Write out again, please, the records below from the first line to the line holding "return _schema(args)", inclusive, and nothing else.

Stored items
• • • • • • •

def _output_options(parser) -> None:
    parser.add_argument("--report", metavar="FORMAT=FILE", type=_report_target, action="append",
                        default=[], help="also write the report in FORMAT to FILE "
                        "(repeatable: --report sarif=vcheck.sarif --report junit=junit.xml)")
    parser.add_argument("--hide-passing", action="store_true",
                        help="leave passing findings out of the text report (still counted)")
    parser.add_argument("--uri-prefix", metavar="PATH", default=None,
                        help="the project root's path inside the repository, for the paths "
                        "in SARIF, JUnit, GitHub, GitLab and Markdown (default: found with git)")
    parser.add_argument("--show-not-checked", action="store_true", default=None,
                        help="list not-checked findings in SARIF, GitHub and GitLab too "
                        "(default: only counted there; policy key show-not-checked)")
    parser.add_argument("--require-repository-paths", action="store_true",
                        help="exit 2 instead of warning when git cannot say where the project "
                        "root is in the repository and --uri-prefix is not given")


def main(argv: list[str] | None = None) -> int:
    """Run the command line; returns the exit status."""
    args = _parser().parse_args(argv)
    if args.command is None:
        _parser().print_help(sys.stdout)
        return 0
    try:
        if args.command == "check":
            return _check(args)
        if args.command == "explain":
            return _explain(args)
        if args.command == "dynamics":
            return _dynamics(args)
        if args.command == "merge":
            return _merge(args)
        if args.command == "schema":
            return _schema(args)
        return _rules(args)
    except KeyboardInterrupt:  # pragma: no cover - interactive only
        return 130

• • • • • • •

**Response for this exercise**:
def _output_options(parser) -> None:
    parser.add_argument("--report", metavar="FORMAT=FILE", type=_report_target, action="append",
                        default=[], help="also write the report in FORMAT to FILE "
                        "(repeatable: --report sarif=vcheck.sarif --report junit=junit.xml)")
    parser.add_argument("--hide-passing", action="store_true",
                        help="leave passing findings out of the text report (still counted)")
    parser.add_argument("--uri-prefix", metavar="PATH", default=None,
                        help="the project root's path inside the repository, for the paths "
                        "in SARIF, JUnit, GitHub, GitLab and Markdown (default: found with git)")
    parser.add_argument("--show-not-checked", action="store_true", default=None,
                        help="list not-checked findings in SARIF, GitHub and GitLab too "
                        "(default: only counted there; policy key show-not-checked)")
    parser.add_argument("--require-repository-paths", action="store_true",
                        help="exit 2 instead of warning when git cannot say where the project "
                        "root is in the repository and --uri-prefix is not given")


def main(argv: list[str] | None = None) -> int:
    """Run the command line; returns the exit status."""
    args = _parser().parse_args(argv)
    if args.command is None:
        _parser().print_help(sys.stdout)
        return 0
    try:
        if args.command == "check":
            return _check(args)
        if args.command == "explain":
            return _explain(args)
        if args.command == "dynamics":
            return _dynamics(args)
        if args.command == "merge":
            return _merge(args)
        if args.command == "schema":
            return _schema(args)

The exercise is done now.